**Required work:** The span to repeat in the listing below runs from the line containing "vanishes beside it" to the line containing "def of(values: NDArray[Any])", inclusive. Repeat it exactly, and only it.

**Extracted records:**
-=-=-

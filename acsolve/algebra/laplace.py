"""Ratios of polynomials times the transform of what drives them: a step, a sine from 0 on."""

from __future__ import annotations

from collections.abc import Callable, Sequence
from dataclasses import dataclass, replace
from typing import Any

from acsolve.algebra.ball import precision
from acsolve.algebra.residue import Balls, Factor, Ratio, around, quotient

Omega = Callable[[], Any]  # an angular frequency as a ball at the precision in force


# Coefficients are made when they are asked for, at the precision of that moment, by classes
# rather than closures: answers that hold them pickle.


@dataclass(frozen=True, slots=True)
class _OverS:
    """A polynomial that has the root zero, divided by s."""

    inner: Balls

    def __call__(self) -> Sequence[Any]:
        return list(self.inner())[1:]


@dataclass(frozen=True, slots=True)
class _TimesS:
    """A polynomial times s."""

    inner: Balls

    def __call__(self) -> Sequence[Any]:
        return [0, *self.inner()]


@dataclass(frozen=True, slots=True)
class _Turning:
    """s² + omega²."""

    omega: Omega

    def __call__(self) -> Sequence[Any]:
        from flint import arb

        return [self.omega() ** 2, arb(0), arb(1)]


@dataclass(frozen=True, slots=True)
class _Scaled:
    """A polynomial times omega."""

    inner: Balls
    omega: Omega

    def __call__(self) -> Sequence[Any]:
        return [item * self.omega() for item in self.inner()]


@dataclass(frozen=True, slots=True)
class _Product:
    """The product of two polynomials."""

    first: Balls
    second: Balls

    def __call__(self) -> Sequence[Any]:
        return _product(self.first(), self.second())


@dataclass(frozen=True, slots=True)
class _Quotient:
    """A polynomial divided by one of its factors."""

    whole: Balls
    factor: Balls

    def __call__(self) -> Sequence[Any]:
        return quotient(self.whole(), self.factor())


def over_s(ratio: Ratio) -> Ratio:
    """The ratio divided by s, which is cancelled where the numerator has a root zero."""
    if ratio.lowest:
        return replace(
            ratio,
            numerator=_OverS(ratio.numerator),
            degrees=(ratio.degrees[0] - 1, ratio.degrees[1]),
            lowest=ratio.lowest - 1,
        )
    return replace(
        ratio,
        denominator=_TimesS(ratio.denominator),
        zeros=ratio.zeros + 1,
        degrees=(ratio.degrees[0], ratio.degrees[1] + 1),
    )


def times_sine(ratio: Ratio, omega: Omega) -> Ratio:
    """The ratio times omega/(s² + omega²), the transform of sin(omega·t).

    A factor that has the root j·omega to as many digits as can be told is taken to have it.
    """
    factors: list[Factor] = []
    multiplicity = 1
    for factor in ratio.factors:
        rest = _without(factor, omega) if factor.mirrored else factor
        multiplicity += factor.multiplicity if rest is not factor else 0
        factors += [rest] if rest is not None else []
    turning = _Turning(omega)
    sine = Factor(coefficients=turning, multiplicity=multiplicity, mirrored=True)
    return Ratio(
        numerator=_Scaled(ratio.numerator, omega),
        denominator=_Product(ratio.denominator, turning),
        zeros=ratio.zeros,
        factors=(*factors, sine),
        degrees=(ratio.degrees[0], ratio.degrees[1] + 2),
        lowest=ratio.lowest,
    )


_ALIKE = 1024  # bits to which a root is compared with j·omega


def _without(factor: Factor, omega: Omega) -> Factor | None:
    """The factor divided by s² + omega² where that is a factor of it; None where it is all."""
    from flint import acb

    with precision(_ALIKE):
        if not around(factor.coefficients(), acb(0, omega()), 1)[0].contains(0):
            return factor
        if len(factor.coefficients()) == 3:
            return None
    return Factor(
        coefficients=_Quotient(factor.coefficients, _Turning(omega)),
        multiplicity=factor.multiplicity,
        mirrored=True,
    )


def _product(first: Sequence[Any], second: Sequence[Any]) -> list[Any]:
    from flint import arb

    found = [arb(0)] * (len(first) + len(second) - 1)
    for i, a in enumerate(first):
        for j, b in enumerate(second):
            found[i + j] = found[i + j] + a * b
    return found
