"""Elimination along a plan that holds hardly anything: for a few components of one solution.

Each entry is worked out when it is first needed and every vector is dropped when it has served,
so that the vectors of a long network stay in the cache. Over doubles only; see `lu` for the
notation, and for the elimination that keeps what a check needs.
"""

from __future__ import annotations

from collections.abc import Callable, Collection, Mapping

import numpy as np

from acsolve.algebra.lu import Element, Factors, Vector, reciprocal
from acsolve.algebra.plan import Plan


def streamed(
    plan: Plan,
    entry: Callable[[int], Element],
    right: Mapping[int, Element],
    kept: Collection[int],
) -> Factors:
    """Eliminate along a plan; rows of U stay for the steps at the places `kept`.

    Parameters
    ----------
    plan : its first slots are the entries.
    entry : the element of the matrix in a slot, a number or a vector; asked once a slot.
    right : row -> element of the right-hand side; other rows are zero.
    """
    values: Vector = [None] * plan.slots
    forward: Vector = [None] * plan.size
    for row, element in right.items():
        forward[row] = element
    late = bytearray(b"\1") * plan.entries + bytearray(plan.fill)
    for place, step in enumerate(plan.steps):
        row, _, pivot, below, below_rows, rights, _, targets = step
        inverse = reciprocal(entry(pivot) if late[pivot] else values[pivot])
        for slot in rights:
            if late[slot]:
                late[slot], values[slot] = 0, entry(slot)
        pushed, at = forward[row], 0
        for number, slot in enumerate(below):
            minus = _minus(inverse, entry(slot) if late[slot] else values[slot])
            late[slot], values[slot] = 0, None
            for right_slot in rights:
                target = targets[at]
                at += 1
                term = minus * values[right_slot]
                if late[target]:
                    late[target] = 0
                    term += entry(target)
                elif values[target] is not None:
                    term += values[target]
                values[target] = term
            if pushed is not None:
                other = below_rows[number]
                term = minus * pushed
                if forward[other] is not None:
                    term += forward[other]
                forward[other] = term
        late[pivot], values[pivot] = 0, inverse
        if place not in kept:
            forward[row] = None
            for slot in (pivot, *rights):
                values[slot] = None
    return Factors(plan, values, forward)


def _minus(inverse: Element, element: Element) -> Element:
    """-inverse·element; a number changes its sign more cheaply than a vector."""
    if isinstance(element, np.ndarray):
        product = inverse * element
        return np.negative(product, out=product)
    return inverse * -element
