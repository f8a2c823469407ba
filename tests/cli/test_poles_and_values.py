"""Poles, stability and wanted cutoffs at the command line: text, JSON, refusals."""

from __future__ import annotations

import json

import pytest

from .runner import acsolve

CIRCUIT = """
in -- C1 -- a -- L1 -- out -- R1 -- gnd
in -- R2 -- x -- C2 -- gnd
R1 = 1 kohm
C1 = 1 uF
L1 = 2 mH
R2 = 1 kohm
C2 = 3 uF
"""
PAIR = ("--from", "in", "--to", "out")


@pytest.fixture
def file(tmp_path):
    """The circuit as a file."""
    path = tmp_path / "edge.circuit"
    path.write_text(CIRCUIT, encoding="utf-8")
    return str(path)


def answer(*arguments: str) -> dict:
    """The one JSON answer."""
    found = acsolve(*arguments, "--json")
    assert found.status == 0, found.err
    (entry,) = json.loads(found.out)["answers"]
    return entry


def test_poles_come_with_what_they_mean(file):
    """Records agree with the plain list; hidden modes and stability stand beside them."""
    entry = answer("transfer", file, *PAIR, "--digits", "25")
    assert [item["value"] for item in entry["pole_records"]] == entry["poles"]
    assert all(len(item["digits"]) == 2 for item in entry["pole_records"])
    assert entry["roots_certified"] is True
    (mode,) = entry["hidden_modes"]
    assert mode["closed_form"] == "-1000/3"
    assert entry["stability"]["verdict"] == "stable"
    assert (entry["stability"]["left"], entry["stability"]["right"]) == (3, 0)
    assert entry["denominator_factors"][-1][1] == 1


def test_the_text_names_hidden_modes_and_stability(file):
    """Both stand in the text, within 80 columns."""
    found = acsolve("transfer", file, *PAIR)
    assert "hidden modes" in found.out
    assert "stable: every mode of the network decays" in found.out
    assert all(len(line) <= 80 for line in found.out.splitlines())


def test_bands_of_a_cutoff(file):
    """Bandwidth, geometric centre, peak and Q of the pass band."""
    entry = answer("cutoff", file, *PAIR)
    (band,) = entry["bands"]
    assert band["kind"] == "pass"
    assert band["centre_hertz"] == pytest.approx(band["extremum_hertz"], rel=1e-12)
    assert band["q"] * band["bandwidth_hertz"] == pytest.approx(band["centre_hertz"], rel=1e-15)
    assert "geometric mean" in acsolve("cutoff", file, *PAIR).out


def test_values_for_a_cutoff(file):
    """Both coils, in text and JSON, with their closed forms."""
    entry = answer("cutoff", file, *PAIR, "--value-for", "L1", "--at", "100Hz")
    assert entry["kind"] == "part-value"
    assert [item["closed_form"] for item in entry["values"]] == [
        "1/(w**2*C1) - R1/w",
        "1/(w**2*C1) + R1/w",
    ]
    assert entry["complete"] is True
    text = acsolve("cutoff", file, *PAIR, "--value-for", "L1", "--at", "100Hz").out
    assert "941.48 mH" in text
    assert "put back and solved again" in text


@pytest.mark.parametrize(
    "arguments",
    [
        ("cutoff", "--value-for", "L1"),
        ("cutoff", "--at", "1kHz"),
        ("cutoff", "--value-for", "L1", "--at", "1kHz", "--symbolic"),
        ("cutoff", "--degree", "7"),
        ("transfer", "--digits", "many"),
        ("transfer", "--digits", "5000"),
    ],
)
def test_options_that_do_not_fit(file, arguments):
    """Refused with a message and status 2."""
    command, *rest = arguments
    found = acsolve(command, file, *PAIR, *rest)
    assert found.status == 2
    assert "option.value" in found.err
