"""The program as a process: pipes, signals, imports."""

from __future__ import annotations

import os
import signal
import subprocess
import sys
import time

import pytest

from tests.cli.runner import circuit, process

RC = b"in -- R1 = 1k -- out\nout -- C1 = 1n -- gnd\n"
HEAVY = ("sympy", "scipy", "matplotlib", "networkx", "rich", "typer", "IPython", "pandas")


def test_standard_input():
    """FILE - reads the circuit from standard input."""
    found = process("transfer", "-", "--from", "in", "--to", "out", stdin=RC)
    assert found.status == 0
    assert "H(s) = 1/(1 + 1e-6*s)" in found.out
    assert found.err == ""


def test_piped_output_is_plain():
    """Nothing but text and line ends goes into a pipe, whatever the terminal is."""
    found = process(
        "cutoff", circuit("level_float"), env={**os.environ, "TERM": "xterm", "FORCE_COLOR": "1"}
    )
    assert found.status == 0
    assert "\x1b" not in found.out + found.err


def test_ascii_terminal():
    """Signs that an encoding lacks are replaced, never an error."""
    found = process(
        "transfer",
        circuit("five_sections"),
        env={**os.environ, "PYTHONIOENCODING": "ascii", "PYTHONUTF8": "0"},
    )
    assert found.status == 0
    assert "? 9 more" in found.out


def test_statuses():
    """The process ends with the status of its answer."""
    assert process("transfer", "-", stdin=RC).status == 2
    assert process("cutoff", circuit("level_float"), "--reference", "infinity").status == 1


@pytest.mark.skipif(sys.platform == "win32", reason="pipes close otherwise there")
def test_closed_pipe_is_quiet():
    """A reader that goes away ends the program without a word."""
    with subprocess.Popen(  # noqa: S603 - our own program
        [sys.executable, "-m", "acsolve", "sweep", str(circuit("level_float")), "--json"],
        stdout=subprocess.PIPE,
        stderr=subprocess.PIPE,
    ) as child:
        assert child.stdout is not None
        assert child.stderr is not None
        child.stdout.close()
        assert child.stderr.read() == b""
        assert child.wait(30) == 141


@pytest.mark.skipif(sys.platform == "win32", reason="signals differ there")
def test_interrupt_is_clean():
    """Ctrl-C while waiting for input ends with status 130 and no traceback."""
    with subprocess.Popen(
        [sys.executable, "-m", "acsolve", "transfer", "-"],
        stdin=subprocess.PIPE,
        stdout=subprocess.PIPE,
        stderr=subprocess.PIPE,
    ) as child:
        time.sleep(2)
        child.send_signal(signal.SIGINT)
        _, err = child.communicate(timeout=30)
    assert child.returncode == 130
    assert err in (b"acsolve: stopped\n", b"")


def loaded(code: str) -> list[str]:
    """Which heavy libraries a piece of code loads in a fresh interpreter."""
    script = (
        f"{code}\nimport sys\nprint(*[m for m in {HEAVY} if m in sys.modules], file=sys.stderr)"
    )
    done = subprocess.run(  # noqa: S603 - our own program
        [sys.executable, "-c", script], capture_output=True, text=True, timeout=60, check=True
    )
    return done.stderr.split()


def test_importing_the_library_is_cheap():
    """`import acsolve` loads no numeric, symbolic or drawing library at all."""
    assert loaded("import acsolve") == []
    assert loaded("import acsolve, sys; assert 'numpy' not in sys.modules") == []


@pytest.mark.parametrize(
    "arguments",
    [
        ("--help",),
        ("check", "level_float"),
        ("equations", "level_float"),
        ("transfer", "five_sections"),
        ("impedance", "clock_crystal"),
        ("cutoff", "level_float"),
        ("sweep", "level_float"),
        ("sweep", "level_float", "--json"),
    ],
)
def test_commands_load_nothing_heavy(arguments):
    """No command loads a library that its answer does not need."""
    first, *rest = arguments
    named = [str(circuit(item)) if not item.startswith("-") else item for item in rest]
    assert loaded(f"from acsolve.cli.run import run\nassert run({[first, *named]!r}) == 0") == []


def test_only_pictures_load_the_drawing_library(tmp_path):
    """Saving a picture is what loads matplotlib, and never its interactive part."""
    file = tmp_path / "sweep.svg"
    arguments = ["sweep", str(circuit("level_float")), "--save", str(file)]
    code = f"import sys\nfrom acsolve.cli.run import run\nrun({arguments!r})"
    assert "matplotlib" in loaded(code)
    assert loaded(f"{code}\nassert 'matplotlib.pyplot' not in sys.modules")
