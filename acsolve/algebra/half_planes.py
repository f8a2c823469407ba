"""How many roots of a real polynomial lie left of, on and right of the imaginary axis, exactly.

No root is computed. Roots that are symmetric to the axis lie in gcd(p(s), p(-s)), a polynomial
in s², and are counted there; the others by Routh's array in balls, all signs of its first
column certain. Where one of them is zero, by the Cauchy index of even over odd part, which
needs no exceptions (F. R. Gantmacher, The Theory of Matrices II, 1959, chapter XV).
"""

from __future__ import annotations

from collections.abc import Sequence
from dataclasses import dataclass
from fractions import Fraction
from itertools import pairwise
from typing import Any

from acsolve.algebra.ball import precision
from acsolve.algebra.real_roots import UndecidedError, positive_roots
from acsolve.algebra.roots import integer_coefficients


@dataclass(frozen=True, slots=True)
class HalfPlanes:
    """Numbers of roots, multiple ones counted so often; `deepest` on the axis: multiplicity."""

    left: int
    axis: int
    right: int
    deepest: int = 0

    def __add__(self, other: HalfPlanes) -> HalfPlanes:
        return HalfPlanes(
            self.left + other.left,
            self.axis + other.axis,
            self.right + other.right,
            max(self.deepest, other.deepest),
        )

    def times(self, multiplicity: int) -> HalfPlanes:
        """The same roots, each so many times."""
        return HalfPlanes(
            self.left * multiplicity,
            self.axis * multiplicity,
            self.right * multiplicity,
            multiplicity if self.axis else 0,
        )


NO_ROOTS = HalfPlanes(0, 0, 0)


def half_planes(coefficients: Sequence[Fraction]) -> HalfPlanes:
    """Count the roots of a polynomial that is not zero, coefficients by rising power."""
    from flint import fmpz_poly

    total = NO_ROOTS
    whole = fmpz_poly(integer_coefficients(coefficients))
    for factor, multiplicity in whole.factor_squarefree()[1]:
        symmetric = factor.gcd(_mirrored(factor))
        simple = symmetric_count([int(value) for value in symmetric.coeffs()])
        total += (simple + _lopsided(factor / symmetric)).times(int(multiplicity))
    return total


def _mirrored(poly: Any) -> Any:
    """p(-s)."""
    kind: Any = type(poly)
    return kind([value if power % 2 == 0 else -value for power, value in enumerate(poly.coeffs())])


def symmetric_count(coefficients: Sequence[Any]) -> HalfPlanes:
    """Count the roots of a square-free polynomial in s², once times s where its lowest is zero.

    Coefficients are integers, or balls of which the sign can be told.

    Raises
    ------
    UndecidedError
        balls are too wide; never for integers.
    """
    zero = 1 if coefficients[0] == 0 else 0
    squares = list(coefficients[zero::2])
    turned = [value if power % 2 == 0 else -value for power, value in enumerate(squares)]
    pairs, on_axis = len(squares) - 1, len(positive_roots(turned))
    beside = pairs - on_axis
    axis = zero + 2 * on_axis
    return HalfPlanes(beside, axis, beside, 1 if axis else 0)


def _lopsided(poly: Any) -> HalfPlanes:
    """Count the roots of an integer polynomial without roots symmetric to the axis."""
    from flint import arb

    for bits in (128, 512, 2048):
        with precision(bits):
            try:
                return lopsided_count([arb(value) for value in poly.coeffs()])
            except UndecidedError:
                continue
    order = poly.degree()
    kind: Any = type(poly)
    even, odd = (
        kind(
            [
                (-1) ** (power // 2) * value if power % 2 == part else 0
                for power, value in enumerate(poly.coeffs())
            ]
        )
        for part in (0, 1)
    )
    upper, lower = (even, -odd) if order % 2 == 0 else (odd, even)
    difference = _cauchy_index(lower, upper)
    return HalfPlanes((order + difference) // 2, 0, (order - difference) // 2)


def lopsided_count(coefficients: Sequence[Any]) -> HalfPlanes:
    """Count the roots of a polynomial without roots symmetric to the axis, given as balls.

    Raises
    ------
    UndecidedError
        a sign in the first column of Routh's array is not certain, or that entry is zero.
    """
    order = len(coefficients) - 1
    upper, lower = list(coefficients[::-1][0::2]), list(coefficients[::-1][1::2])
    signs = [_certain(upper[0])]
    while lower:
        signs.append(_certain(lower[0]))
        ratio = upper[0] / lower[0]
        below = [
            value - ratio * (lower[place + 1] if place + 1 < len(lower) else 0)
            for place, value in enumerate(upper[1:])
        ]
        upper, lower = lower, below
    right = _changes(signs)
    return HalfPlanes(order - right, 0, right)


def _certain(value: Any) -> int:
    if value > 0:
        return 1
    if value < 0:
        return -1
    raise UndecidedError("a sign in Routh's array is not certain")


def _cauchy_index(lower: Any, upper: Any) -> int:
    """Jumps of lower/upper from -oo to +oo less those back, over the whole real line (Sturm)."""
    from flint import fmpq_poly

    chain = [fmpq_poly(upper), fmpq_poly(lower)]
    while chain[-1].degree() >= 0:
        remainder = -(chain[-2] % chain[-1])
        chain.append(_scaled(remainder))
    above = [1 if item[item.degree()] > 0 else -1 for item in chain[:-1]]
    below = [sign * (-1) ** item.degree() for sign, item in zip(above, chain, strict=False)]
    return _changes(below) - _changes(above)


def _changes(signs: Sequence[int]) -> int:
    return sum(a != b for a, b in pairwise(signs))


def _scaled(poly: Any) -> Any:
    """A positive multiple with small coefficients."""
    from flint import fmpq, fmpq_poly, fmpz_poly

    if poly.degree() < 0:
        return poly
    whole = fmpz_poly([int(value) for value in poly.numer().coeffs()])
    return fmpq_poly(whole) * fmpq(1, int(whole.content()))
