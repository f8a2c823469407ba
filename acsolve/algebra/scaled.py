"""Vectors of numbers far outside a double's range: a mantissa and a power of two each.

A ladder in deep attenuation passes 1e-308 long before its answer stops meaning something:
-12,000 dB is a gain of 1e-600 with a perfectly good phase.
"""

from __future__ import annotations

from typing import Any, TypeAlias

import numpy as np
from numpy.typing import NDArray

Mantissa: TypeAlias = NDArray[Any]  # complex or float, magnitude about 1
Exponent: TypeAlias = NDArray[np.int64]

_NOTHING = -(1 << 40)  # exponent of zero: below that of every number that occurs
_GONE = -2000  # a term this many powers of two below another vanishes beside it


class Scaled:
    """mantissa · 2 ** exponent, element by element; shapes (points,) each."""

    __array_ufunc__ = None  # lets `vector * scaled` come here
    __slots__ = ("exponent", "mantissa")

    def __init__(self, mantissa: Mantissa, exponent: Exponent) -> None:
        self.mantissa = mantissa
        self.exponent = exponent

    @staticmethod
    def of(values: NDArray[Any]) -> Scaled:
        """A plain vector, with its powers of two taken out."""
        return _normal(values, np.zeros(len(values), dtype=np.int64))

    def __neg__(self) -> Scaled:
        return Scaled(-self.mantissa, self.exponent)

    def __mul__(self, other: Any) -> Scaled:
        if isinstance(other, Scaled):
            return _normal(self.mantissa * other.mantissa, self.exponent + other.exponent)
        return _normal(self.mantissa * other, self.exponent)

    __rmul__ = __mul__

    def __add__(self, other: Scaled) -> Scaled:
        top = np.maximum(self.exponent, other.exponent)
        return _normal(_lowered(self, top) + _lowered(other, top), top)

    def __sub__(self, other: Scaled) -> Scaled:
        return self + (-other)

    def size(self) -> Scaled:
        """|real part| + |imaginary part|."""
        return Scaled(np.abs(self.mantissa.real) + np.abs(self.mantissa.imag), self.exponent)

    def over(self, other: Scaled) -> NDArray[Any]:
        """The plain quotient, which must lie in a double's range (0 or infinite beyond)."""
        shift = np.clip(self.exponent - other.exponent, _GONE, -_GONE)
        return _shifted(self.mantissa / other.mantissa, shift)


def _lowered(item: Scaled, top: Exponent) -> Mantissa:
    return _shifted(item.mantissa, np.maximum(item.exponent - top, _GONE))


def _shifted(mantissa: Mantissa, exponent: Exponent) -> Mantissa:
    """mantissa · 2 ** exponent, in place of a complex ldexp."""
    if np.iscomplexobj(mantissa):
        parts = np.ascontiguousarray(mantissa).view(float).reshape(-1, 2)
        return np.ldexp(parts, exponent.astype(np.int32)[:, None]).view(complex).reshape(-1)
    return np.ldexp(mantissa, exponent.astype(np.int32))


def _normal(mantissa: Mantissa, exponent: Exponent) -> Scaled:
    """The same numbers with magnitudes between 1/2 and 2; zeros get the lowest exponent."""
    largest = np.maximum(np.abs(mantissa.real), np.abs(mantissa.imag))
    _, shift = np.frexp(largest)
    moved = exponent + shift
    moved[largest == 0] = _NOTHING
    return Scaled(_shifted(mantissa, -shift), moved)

-=-=-

**Output:**
_GONE = -2000  # a term this many powers of two below another vanishes beside it


class Scaled:
    """mantissa · 2 ** exponent, element by element; shapes (points,) each."""

    __array_ufunc__ = None  # lets `vector * scaled` come here
    __slots__ = ("exponent", "mantissa")

    def __init__(self, mantissa: Mantissa, exponent: Exponent) -> None:
        self.mantissa = mantissa
        self.exponent = exponent

    @staticmethod
    def of(values: NDArray[Any]) -> Scaled:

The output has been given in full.